[WHAT TO PRODUCE]: The answer must consist of every line in the data below that holds the word "views".

- Opening Delimiter -

//! Reliability from raw item data: alpha and its relatives, omega from the one-factor
//! model, the test of tau-equivalence, intervals, and a plain reading of which coefficient
//! to report.

pub mod alpha;
pub mod bootstrap;
mod cells;
pub mod factor;
mod fast;
pub mod glb;
pub mod moments;
pub mod multidimensional;
pub mod polychoric;
pub mod read;
#[cfg(feature = "spss")]
pub mod sav;

pub use read::{ItemData, ItemReadOptions, Missing, read_items, read_items_from_bytes};

use crate::error::Result;
use crate::level::Level;
use crate::warning::Warning;
use alpha::{
    ItemStatistic, alpha, alpha_standardized, bonett_interval, feldt_interval, item_statistics,
    lambda2,
};
use factor::{
    FactorFit, FactorModel, ModelFitIndices, TauEquivalenceTest, fit_indices, fit_one_factor,
    tau_equivalence_test,
};

/// Smallest eigenvalue of the items' covariance matrix, relative to the largest, below which
/// it counts as singular (numerical tolerance).
const SINGULAR_RATIO: f64 = 1e-12;

/// Significance level of the tau-equivalence test for the reading (common practice).
pub const TAU_TEST_LEVEL: f64 = 0.05;
/// Fit limits for "one factor fits": CFI ≥ 0.95 and RMSEA ≤ 0.06 (Hu & Bentler 1999).
pub const CFI_GOOD: f64 = 0.95;
/// See [`CFI_GOOD`].
pub const RMSEA_GOOD: f64 = 0.06;

/// Which coefficient the reading recommends.
#[derive(Debug, Clone, Copy, PartialEq, Eq, serde::Serialize)]
#[serde(rename_all = "snake_case")]
pub enum Recommendation {
    /// Alpha and omega agree; either serves.
    Either,
    /// Omega: alpha is a lower bound here.
    Omega,
    /// Neither: one factor does not describe the items.
    CheckDimensionality,
    /// Only alpha is available (two items).
    AlphaOnly,
    /// The one-factor solution is improper (Heywood case); alpha, with caution.
    AlphaWithCaution,
    /// Some items run against the others: reverse-key them before any coefficient.
    ReverseKeyFirst,
    /// The items share too little variance for a scale score.
    NoCommonVariance,
}

/// The one-factor part of an analysis.
#[derive(Debug, Clone)]
pub struct FactorPart {
    /// Congeneric fit.
    pub congeneric: FactorFit,
    /// Tau-equivalent fit.
    pub tau_equivalent: FactorFit,
    /// Test of tau-equivalence.
    pub tau_test: TauEquivalenceTest,
    /// Fit of the one-factor model.
    pub fit: ModelFitIndices,
    /// p value of the test that the items are uncorrelated (Bartlett's χ² of the
    /// correlation matrix).
    pub independence_p: f64,
}

/// The scale score's mean and SD, as the sum of the items and as their mean (the SD
/// ready for placing the study against a benchmark by its score spread).
#[derive(Debug, Clone, Copy, PartialEq)]
pub struct ScaleScore {
    /// Mean of the sum score.
    pub sum_mean: f64,
    /// SD of the sum score, √(1ᵀΣ1).
    pub sum_sd: f64,
    /// Mean of the mean score (sum / items).
    pub mean_mean: f64,
    /// SD of the mean score.
    pub mean_sd: f64,
}

impl ScaleScore {
    /// From the items' means and covariance matrix (n − 1 denominator).
    pub fn of(mean: &[f64], cov: &nalgebra::DMatrix<f64>) -> ScaleScore {
        let k = mean.len() as f64;
        let sum_mean: f64 = mean.iter().sum();
        let sum_sd = cov.sum().max(0.0).sqrt();
        ScaleScore {
            sum_mean,
            sum_sd,
            mean_mean: sum_mean / k,
            mean_sd: sum_sd / k,
        }
    }
}

/// Everything `relyard items` reports.
#[derive(Debug, Clone)]
pub struct ItemAnalysis {
    /// Respondents behind the statistics.
    pub n_used: u64,
    /// Number of items.
    pub k: usize,
    /// Coefficient alpha.
    pub alpha: f64,
    /// Standardized alpha.
    pub alpha_standardized: f64,
    /// Guttman's λ2.
    pub lambda2: f64,
    /// Feldt's interval.
    pub alpha_ci_feldt: (f64, f64),
    /// Bonett's interval.
    pub alpha_ci_bonett: (f64, f64),
    /// Confidence level.
    pub level: Level,
    /// Per-item statistics.
    pub item_statistics: Vec<ItemStatistic>,
    /// The scale score's mean and SD (sum and mean metric).
    pub score: ScaleScore,
    /// The one-factor models, or why there are none.
    pub factor: std::result::Result<FactorPart, String>,
    /// The greatest lower bound, or why it was not computed.
    pub glb: std::result::Result<glb::GreatestLowerBound, String>,
    /// Which coefficient to carry forward.
    pub recommendation: Recommendation,
    /// The reading in words.
    pub reading: crate::Message,
    /// Warnings.
    pub warnings: Vec<Warning>,
}

impl ItemAnalysis {
    /// Omega, when the one-factor model could be fitted.
    pub fn omega(&self) -> Option<f64> {
        self.factor.as_ref().ok().map(|f| f.congeneric.omega())
    }
}

/// Analyze item data at a confidence level.
pub fn analyze(data: &ItemData, level: Level) -> Result<ItemAnalysis> {
    analyze_with(data, level, &|_| {})
}

/// [`analyze`], telling `tick` of each one-factor model fitted (two in all: free and equal
/// loadings), for a progress display on wide item sets.
pub fn analyze_with(
    data: &ItemData,
    level: Level,
    tick: &(dyn Fn(usize) + Sync),
) -> Result<ItemAnalysis> {
    let cov = &data.moments.cov;
    let k = data.moments.k();
    let n_used = data.n_used();
    let n = n_used as f64;
    let mut warnings = data.notes.clone();
    if let Some(i) = (0..k).find(|&i| cov[(i, i)].is_nan() || cov[(i, i)] <= 0.0) {
        return Err(crate::Error::cannot(crate::setting::msg![
            format!(
                "item {} has no variance (every respondent gave the same answer), so \
                 reliability cannot be computed; leave it out with ",
                data.names[i]
            ),
            crate::Setting::ItemColumns
        ]));
    }
    if n_used < 3 {
        return Err(crate::Error::cannot(format!(
            "only {} can be used; reliability needs at least 3",
            crate::format::count(n_used, "respondent", "respondents")
        )));
    }
    let a = alpha(cov);
    if a < 0.0 {
        warnings.push(Warning::NegativeAlpha { alpha: a });
    }
    let mean: Vec<f64> = data.moments.mean.iter().copied().collect();
    let stats = item_statistics(&mean, cov);
    // A column that is (nearly) the sum of the others is a total score, not an item.
    if let Some(i) = stats.iter().position(|s| s.corrected_item_total > 0.9999) {
        return Err(crate::Error::cannot(crate::setting::msg![
            format!(
                "column {} correlates {} with the sum of the other columns: it looks like a \
                 total score rather than an item; leave it out with ",
                data.names[i],
                crate::format::fixed(stats[i].corrected_item_total, 4)
            ),
            crate::Setting::ItemColumns
        ]));
    }
    let factor = fit_factor(cov, n, &data.names, data.missing, &mut warnings, tick);
    let glb = lower_bound(cov, n, k, &mut warnings);
    let (recommendation, reading) = read(a, &factor, &data.names, k);
    Ok(ItemAnalysis {
        n_used,
        k,
        alpha: a,
        alpha_standardized: alpha_standardized(cov),
        lambda2: lambda2(cov),
        alpha_ci_feldt: feldt_interval(a, n, k as f64, level),
        alpha_ci_bonett: bonett_interval(a, n, k as f64, level),
        level,
        score: ScaleScore::of(&mean, cov),
        item_statistics: stats,
        factor,
        glb,
        recommendation,
        reading,
        warnings,
    })
}
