/// Build the design for the given moderators over the prepared studies. Studies with a
/// missing moderator value are left out and listed; a numeric column with a few text
/// values, a constant moderator, a singular design or too few studies are errors.
pub fn build_design(p: &Prepared, specs: &[ModeratorSpec]) -> Result<Design> {
    let mut seen: Vec<String> = Vec::new();
    for s in specs {
        if seen.iter().any(|n| n.eq_ignore_ascii_case(&s.name)) {
            return Err(Error::InvalidOption(format!(
                "--moderator {} is given twice",
                s.name
            )));
        }
        seen.push(s.name.clone());
    }
    // Values, and which rows lack one.
    let mut values: Vec<Vec<Option<String>>> = Vec::with_capacity(specs.len());
    for s in specs {
        let col: Result<Vec<Option<String>>> =
            p.records.iter().map(|r| value_of(p, r, &s.name)).collect();
        values.push(col?);
    }
    let mut used = Vec::new();
    let mut excluded = Vec::new();
    for (i, rec) in p.records.iter().enumerate() {
        let reasons: Vec<String> = specs
            .iter()
            .zip(&values)
            .filter(|(_, col)| col[i].is_none())
            .map(|(s, _)| format!("column {}: the moderator value is missing", s.name))
            .collect();
        if reasons.is_empty() {
            used.push(i);
        } else {
            excluded.push(ExcludedRow {
                row: rec.row,
                reasons,
            });
        }
    }
    let decimal_comma = p.delimiter != b',';

    let mut columns: Vec<Vec<f64>> = vec![vec![1.0; used.len()]];
    let mut names = vec!["intercept".to_string()];
    let mut moderators = Vec::new();
    let mut problems = Vec::new();
    for (s, col) in specs.iter().zip(&values) {
        let cells: Vec<(usize, &str)> = used
            .iter()
            .map(|&i| {
                (
                    p.records[i].row,
                    col[i].as_deref().expect("used rows have values"),
                )
            })
            .collect();
        let parsed: Vec<std::result::Result<f64, String>> = cells
            .iter()
            .map(|(_, t)| parse_number(t, decimal_comma))
            .collect();
        let n_numeric = parsed.iter().filter(|r| r.is_ok()).count();
        let numeric =
            s.kind == ModeratorKind::Auto && n_numeric * 2 >= cells.len() && !cells.is_empty();
        if numeric {
            if n_numeric < cells.len() {
                for ((row, _), r) in cells.iter().zip(&parsed) {
                    if let Err(e) = r {
                        problems.push(CellProblem::cell(
                            *row,
                            s.name.clone(),
                            format!(
                                "{e}, while most values of this moderator are numbers; mark a \
                                 missing value empty, NA or ., or pass --categorical {} to treat \
                                 every value as a category",
                                s.name
                            ),
                        ));
                    }
                }
                continue;
            }
            if s.reference.is_some() {
                return Err(Error::InvalidOption(format!(
                    "--reference {}=…: {} is numeric, so it has no reference level (pass \
                     --categorical {} to treat it as categories)",
                    s.name, s.name, s.name
                )));
            }
            let xs: Vec<f64> = parsed.into_iter().map(|r| r.expect("checked")).collect();
            if xs.iter().all(|x| *x == xs[0]) && !xs.is_empty() {
                return Err(Error::CannotAnalyse(format!(
                    "moderator {} takes the same value ({}) in every study of the model, so it \
                     cannot explain differences between them",
                    s.name, xs[0]
                )));
            }
            moderators.push(Moderator::Numeric {
                name: s.name.clone(),
                column: columns.len(),
            });
            names.push(s.name.clone());
            columns.push(xs);
        } else {
            let mut order: Vec<String> = Vec::new();
            let mut counts: BTreeMap<String, usize> = BTreeMap::new();
            for (_, t) in &cells {
                let t = t.trim().to_string();
                if !order.contains(&t) {
                    order.push(t.clone());
                }
                *counts.entry(t).or_insert(0) += 1;
            }
            if order.len() < 2 {
                return Err(Error::CannotAnalyse(format!(
                    "moderator {} has only one level ({}) among the studies of the model, so it \
                     cannot explain differences between them",
                    s.name,
                    order.first().map(String::as_str).unwrap_or("none")
                )));
            }
            let reference = match &s.reference {
                Some(r) => {
                    let r = r.trim().to_string();
                    if !counts.contains_key(&r) {
                        return Err(Error::InvalidOption(format!(
                            "--reference {}={r}: no study in the model has this level (levels: {})",
                            s.name,
                            order.join(", ")
                        )));
                    }
                    r
                }
                None => {
                    // The level with most studies (the first such in sheet order).
                    let max = counts.values().copied().max().unwrap_or(0);
                    order
                        .iter()
                        .find(|l| counts[*l] == max)
                        .cloned()
                        .expect("a level")
                }
            };
            let mut levels = Vec::new();
            for level in order.iter().filter(|l| **l != reference) {
                let dummy: Vec<f64> = cells
                    .iter()
                    .map(|(_, t)| if t.trim() == level { 1.0 } else { 0.0 })
                    .collect();
                levels.push((level.clone(), columns.len()));
                names.push(format!("{}={level}", s.name));
                columns.push(dummy);
            }
            moderators.push(Moderator::Categorical {
                name: s.name.clone(),
                reference,
                levels,
                counts,
            });
        }
    }
    if !problems.is_empty() {
        return Err(Error::InvalidSheet {
            file: p.file.clone(),
            problems,
        });
    }
    let k = used.len();
    let n_coef = columns.len();
    if k <= n_coef + 1 {
        return Err(Error::CannotAnalyse(format!(
            "{k} studies cannot support a model with {n_coef} coefficients (intercept included): \
             at least {} are needed, so that the residual heterogeneity keeps two degrees of \
             freedom{}",
            n_coef + 2,
            if excluded.is_empty() {
                String::new()
            } else {
                format!(
                    "; {} row(s) were left out for missing moderator values",
                    excluded.len()
                )
            }
        )));
    }
    let x = DMatrix::from_fn(k, n_coef, |i, j| columns[j][i]);
    check_rank(&x, &names)?;
    Ok(Design {
        used,
        x,
        names,
        moderators,
        excluded,
    })
}
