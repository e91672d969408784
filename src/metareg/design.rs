//! Moderators and the design matrix: numeric moderators (centred at their means unless
//! asked otherwise), categorical ones in treatment coding against a stated reference level.

use crate::benchmark::Prepared;
use crate::error::{CellProblem, Error, Result};
use crate::limits::MAX_LEVELS;
use crate::setting::msg;
use crate::setting::{Setting, given};
use crate::sheet::{
    ColumnRef, Role, SheetFormat, StudyRecord, find_column, parse_number, same_name,
};
use crate::warning::{VIF_LIMIT, Warning};
use nalgebra::DMatrix;
use std::collections::{BTreeMap, HashMap};

/// How a moderator is to be treated.
#[derive(Debug, Clone, Copy, PartialEq, Eq)]
pub enum ModeratorKind {
    /// Numeric when most values are numbers, categorical otherwise.
    Auto,
    /// Categorical whatever its values look like (e.g. numeric codes).
    Categorical,
}

/// Where numeric moderators are measured from.
#[derive(Debug, Clone, Copy, PartialEq, Eq, Default)]
pub enum Centring {
    /// From their means over the studies in the model: the intercept is the expected
    /// value of a study with average moderator values (at the reference level of each
    /// categorical moderator).
    #[default]
    Means,
    /// From zero: the intercept is the expected value where every numeric moderator is 0.
    None,
}

impl Centring {
    /// The name in JSON: "means" or "none".
    pub fn name(self) -> &'static str {
        match self {
            Centring::Means => "means",
            Centring::None => "none",
        }
    }
}

/// A moderator requested by the user.
#[derive(Debug, Clone, PartialEq, Eq)]
pub struct ModeratorSpec {
    /// Column name (another column of the sheet, or one of the standard columns n, items,
    /// sd, scale_min, scale_max and coef_type).
    pub name: String,
    /// Numeric or categorical.
    pub kind: ModeratorKind,
    /// Reference level of a categorical moderator (default: the level with most studies).
    pub reference: Option<String>,
}

impl ModeratorSpec {
    /// A moderator whose kind is decided by its values.
    pub fn auto(name: impl Into<String>) -> Self {
        ModeratorSpec {
            name: name.into(),
            kind: ModeratorKind::Auto,
            reference: None,
        }
    }
}

/// A moderator as it entered the model.
#[derive(Debug, Clone, PartialEq)]
pub enum Moderator {
    /// A numeric moderator: one column.
    Numeric {
        /// Column name.
        name: String,
        /// Its column in the design.
        column: usize,
        /// The value its column is measured from (its mean, or 0 when not centred).
        centre: f64,
    },
    /// A categorical moderator: one column per level other than the reference.
    Categorical {
        /// Column name.
        name: String,
        /// The reference level.
        reference: String,
        /// The other levels, each with its design column, in order of first appearance.
        levels: Vec<(String, usize)>,
        /// Studies per level (reference included).
        counts: BTreeMap<String, usize>,
    },
}

impl Moderator {
    /// Column name.
    pub fn name(&self) -> &str {
        match self {
            Moderator::Numeric { name, .. } | Moderator::Categorical { name, .. } => name,
        }
    }

    /// Design columns this moderator occupies.
    pub fn columns(&self) -> Vec<usize> {
        match self {
            Moderator::Numeric { column, .. } => vec![*column],
            Moderator::Categorical { levels, .. } => levels.iter().map(|(_, c)| *c).collect(),
        }
    }
}

/// A row left out of a model, with why.
#[derive(Debug, Clone, PartialEq, Eq)]
pub struct ExcludedRow {
    /// Spreadsheet row.
    pub row: usize,
    /// Why (`column X: reason`).
    pub reasons: Vec<String>,
}

/// The design of a model: which studies enter it and the matrix of their moderator values.
#[derive(Debug, Clone, PartialEq)]
pub struct Design {
    /// Indices (into the prepared studies) of the studies in the model.
    pub used: Vec<usize>,
    /// The design matrix: intercept first.
    pub x: DMatrix<f64>,
    /// A name for each column: `intercept`, a numeric moderator's name, or `name=level`.
    pub names: Vec<String>,
    /// The moderators, in the order given.
    pub moderators: Vec<Moderator>,
    /// Where the numeric moderators are measured from.
    pub centring: Centring,
    /// Studies left out because a moderator value is missing.
    pub excluded: Vec<ExcludedRow>,
    /// Things noticed while building it (level spellings, collinearity).
    pub warnings: Vec<Warning>,
}
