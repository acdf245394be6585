/**
 * mdBook (`book.toml`): content in `[book] src` (default `src/`), pages at `name.html`,
 * `README.md` is its folder's index, `SUMMARY.md` is the sidebar of every page (and no page),
 * `[output.html] site-url` is the base path, `[output.html.redirect]` maps old pages to new ones
 * (a relative target is read against the old page's folder). Chapters SUMMARY.md names that do
 * not exist are made by mdBook (`build.create-missing`): generated routes. A SUMMARY.md made at
 * build time from `SUMMARY.md.in` is read from the template. Only the chapters it names are
 * pages: other Markdown files are left out (unless another file includes them). When that
 * template has a placeholder line (`@manpages@`) that the build replaces with chapters it makes,
 * a folder under `src` that the build files name (`local.mk`: `src/command-ref/new-cli`), that
 * has no Markdown source and that no chapter lives in, is made at build: links into it are
 * "outside the content" (a link into a folder with sources stays checked). Heading ids: mdBook's.
 */
import type { PresetReader, PresetRedirect, SiteFiles } from './types.js';
import { basePathOf, cleanFolder, count, dig, isRecord, parseConfigText, shownFolder, str } from './util.js';

export const readMdbook: PresetReader = (configFile, files) => {
  const notes: string[] = [];
  const parsed = parseConfigText(configFile, files.read(configFile) ?? '');
  const conf = parsed.ok ? parsed.value : {};
  if (!parsed.ok) notes.push(`${configFile} does not parse (${parsed.error}); mdBook's defaults used`);
  const src = cleanFolder(str(dig(conf, 'book', 'src')) ?? 'src');
  const basePath = basePathOf(str(dig(conf, 'output', 'html', 'site-url')));
  const redirects: PresetRedirect[] = [];
  const table = dig(conf, 'output', 'html', 'redirect');
  if (isRecord(table)) {
    for (const [from, to] of Object.entries(table)) {
      if (typeof to !== 'string') continue;
      const source = from.startsWith('/') ? from : `/${from}`;
      const folder = source.slice(0, source.lastIndexOf('/') + 1);
      redirects.push({ from: source, to: /^[a-z][a-z0-9+.-]*:|^\//i.test(to) ? to : folder + to });
    }
  }
  const inSrc = (p: string): string => (src === '' ? p : `${src}/${p}`);
  let summary = files.read(inSrc('SUMMARY.md'));
  let summaryName = 'SUMMARY.md';
  // A project that makes SUMMARY.md at build time from a template (`SUMMARY.md.in`) keeps its
  // chapters there; the template's placeholders stay unread.
  if (summary === null) {
    const template = files.read(inSrc('SUMMARY.md.in'));
    if (template !== null) {
      summary = template;
      summaryName = 'SUMMARY.md.in';
      notes.push('SUMMARY.md is made at build time; SUMMARY.md.in read in its place');
    }
  }
  // A template whose placeholder line the build replaces (`@manpages@`): the folders the build
  // files name under `src` that hold no source and no chapter are made at build time.
  const madeFolders = summaryName === 'SUMMARY.md.in' && summary !== null && /^[ \t]*@[A-Za-z_][\w-]*@[ \t]*$/m.test(summary)
    ? buildMadeFolders(configFile, src, summary, files)
    : [];
  for (const f of madeFolders) notes.push(`${src === '' ? '' : `${src}/`}${f}/ is made at build time (named by the build files, no source in it): links into it are outside the content`);
  // mdBook creates the chapters SUMMARY.md names that do not exist (`build.create-missing`,
  // default true): they are pages with no source here.
  const createMissing = dig(conf, 'build', 'create-missing') !== false;
  const missing: string[] = [];
  if (summary !== null && createMissing) {
    for (const m of summary.matchAll(/\]\(\s*<?([^)\s>#]+\.md)>?\s*\)/g)) {
      const file = m[1].replace(/^\.\//, '');
      if (/^[a-z][a-z0-9+.-]*:/i.test(file) || files.exists(inSrc(file))) continue;
      const route = `/${file.replace(/\.md$/, '.html')}`;
      // The route, and the file path for links that name the chapter's source file.
      for (const r of [route, `/${file}`]) if (!missing.includes(r)) missing.push(r);
    }
  }
  // Only the chapters SUMMARY.md names are built: another Markdown file is no page (a file
  // another one includes is still read, as part of the page that includes it).
  const unlisted = summary === null ? [] : unlistedFiles(summary, src, files);
  const parts = [shownFolder(src)];
  if (summary !== null) parts.push(summaryName);
  if (unlisted.length > 0) parts.push(`${count(unlisted.length, 'file')} not in ${summaryName} left out`);
  if (missing.length > 0) parts.push(`${count(missing.length / 2, 'chapter')} made at build time`);
  if (madeFolders.length > 0) parts.push(`${count(madeFolders.length, 'folder')} made at build time`);
  if (redirects.length > 0) parts.push(count(redirects.length, 'redirect'));
  // The book opens on the first chapter of SUMMARY.md when there is no index page.
  const first = summary === null ? null : /\]\(\s*<?([^)\s>#]+\.md)/.exec(summary)?.[1] ?? null;
  const hasIndex = ['index.md', 'README.md'].some((f) => files.exists(inSrc(f)) && !unlisted.includes(f));
  return {
    name: 'mdbook',
    configFile,
    contentDir: src,
    config: {
      routes: { style: 'html', indexNames: ['index', 'README'], headingIdsDefault: 'mdbook', ...(basePath === null ? {} : { basePath }) },
      exclude: ['SUMMARY.md', 'SUMMARY.md.in', ...unlisted],
      ...(hasIndex || first === null ? {} : { entry: [first.replace(/^\.\//, '')] }),
      ...(missing.length === 0 ? {} : { generated: { routes: missing } }),
      ...(madeFolders.length === 0 ? {} : { outside: madeFolders.map((f) => `/${f}/`) }),
    },
    navigation: summary === null ? null : { file: summaryName, text: summary, format: 'markdown' },
    redirects,
    parts,
    notes,
  };
};

/** Build files beside book.toml that may name the folders the build writes into `src`. */
const BUILD_FILES = /^(?:GNUmakefile|[Mm]akefile|.*\.mk|meson\.build|CMakeLists\.txt|justfile|Justfile)$/;

/**
 * The folders under `src` (relative to it, sorted) that the build files beside the config name
 * (`$(d)/src/command-ref/new-cli`, `doc/manual/src/command-ref/new-cli/*.md`), that have no
 * Markdown source and that no chapter of the summary lives in.
 */
function buildMadeFolders(configFile: string, src: string, summary: string, files: SiteFiles): string[] {
  const site = configFile.includes('/') ? configFile.slice(0, configFile.lastIndexOf('/')) : '';
  const inSite = (p: string): string => (site === '' ? p : `${site}/${p}`);
  const chapterFolders = new Set<string>();
  for (const m of summary.matchAll(/\]\(\s*<?([^)>#\s]+?\.md)/g)) {
    const parts = joinPath('', safeDecode(m[1])).split('/');
    for (let i = 1; i < parts.length; i++) chapterFolders.add(parts.slice(0, i).join('/'));
  }
  const srcPath = src === '' ? '' : `${src}/`;
  const named = new Set<string>();
  for (const name of files.names(site).filter((f) => BUILD_FILES.test(f))) {
    const text = files.read(inSite(name)) ?? '';
    const escaped = srcPath.replace(/[.*+?^${}()|[\]\\]/g, '\\$&');
    // A path under `src`, up to the first glob or variable; only folder names (no extension).
    for (const m of text.matchAll(new RegExp(`(?:^|[\\s/)"'=:])${escaped}([A-Za-z0-9_][\\w./-]*)`, 'g'))) {
      let folder = m[1].replace(/\/+$/, '');
      const last = folder.slice(folder.lastIndexOf('/') + 1);
      if (/\./.test(last)) folder = folder.includes('/') ? folder.slice(0, folder.lastIndexOf('/')) : '';
      if (folder === '' || folder.split('/').some((s) => s === '.' || s === '..')) continue;
      named.add(folder);
    }
  }
  return [...named]
    .filter((f) => !chapterFolders.has(f) && files.markdownFiles(inSite(srcPath + f)).length === 0)
    .filter((f, _, all) => !all.some((o) => o !== f && f.startsWith(`${o}/`)))
    .sort();
}

/** A glob character: such a file name cannot be left out by an exact-path glob. */
const GLOB_CHARS = /[*?[\]{}()!]/;

/**
 * The Markdown files under `src` that SUMMARY.md does not name and no other file includes
 * (`{{#include}}`, `{{#rustdoc_include}}`, `{{#playground}}`), relative to `src`, sorted.
 */
function unlistedFiles(summary: string, src: string, files: SiteFiles): string[] {
  const chapters = new Set<string>();
  for (const m of summary.matchAll(/\]\(\s*<?([^)>#\s]+?\.md)(?:#[^)>]*)?>?\s*\)/g)) {
    chapters.add(joinPath('', safeDecode(m[1])));
  }
  const all = files.markdownFiles(src).map((f) => (src === '' ? f : f.slice(src.length + 1)));
  const included = new Set<string>();
  for (const f of all) {
    const text = files.read(src === '' ? f : `${src}/${f}`) ?? '';
    if (!text.includes('{{#')) continue;
    const folder = f.includes('/') ? f.slice(0, f.lastIndexOf('/')) : '';
    for (const m of text.matchAll(/\{\{#(?:include|rustdoc_include|playground)\s+([^\s}:]+)/g)) included.add(joinPath(folder, m[1]));
  }
  return all.filter((f) => f !== 'SUMMARY.md' && !chapters.has(f) && !included.has(f) && !GLOB_CHARS.test(f)).sort();
}

/** `folder` joined with a relative path, dot segments removed ('' when it climbs above). */
function joinPath(folder: string, rel: string): string {
  const out: string[] = folder === '' ? [] : folder.split('/');
  for (const seg of rel.replace(/^\/+/, '').split('/')) {
    if (seg === '' || seg === '.') continue;
    if (seg === '..') out.pop();
    else out.push(seg);
  }
  return out.join('/');
}

function safeDecode(path: string): string {
  try {
    return decodeURI(path);
  } catch {
    return path;
  }
}
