import path from 'node:path';
import { describe, expect, it } from 'vitest';
import { readAuxFile } from '../../src/collect/index.js';
import { resolveOptions } from '../../src/config/options.js';
import { tempDirsPerTest, writeTree } from './tree.js';

const dir = tempDirsPerTest();

describe('readAuxFile', () => {
  it('reads a file relative to the content root, BOM removed', async () => {
    const root = dir();
    writeTree(root, { 'meta/toc.md': '\uFEFF- [Home](/)\n' });
    const result = await readAuxFile(resolveOptions({}, root), 'navigation', 'meta/toc.md');
    expect(result).toEqual({ file: 'meta/toc.md', text: '- [Home](/)\n' });
  });

  it('accepts an absolute path inside the root', async () => {
    const root = dir();
    writeTree(root, { '_redirects': '/old /new\n' });
    const result = await readAuxFile(resolveOptions({}, root), 'redirects', path.join(root, '_redirects'));
    expect(result.file).toBe('_redirects');
  });

  it('a missing file is E_IO naming the key and the path', async () => {
    const root = dir();
    await expect(readAuxFile(resolveOptions({}, root), 'traffic', 'views.csv')).rejects.toMatchObject({
      code: 'E_IO',
      message: 'traffic: cannot read "views.csv": no such file (ENOENT)',
    });
  });

  it('refuses a file outside both the content root and the working folder; the canary is not read', async () => {
    const root = dir();
    const outside = dir();
    writeTree(outside, { 'secret.md': 'CANARY-aux-31' });
    const target = path.join(outside, 'secret.md');
    const attempt = readAuxFile(resolveOptions({}, root), 'navigation', target);
    await expect(attempt).rejects.toMatchObject({
      code: 'E_IO',
      message: `navigation: cannot read "${target}": it lies outside the content root and the working folder`,
    });
    // Also through a symlink inside the root.
    writeTree(root, { 'toc.md': { symlink: target } });
    await expect(readAuxFile(resolveOptions({}, root), 'navigation', 'toc.md')).rejects.toThrow(/outside the content root/);
  });

  it('a folder is E_IO', async () => {
    const root = dir();
    writeTree(root, { 'sub/a.md': 'a' });
    await expect(readAuxFile(resolveOptions({}, root), 'redirects', 'sub')).rejects.toThrow('redirects: cannot read "sub": not a regular file');
  });
});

- Closing Delimiter -

[RESULT OF THIS EXERCISE]:
    await expect(readAuxFile(resolveOptions({}, root), 'traffic', 'views.csv')).rejects.toMatchObject({
      message: 'traffic: cannot read "views.csv": no such file (ENOENT)',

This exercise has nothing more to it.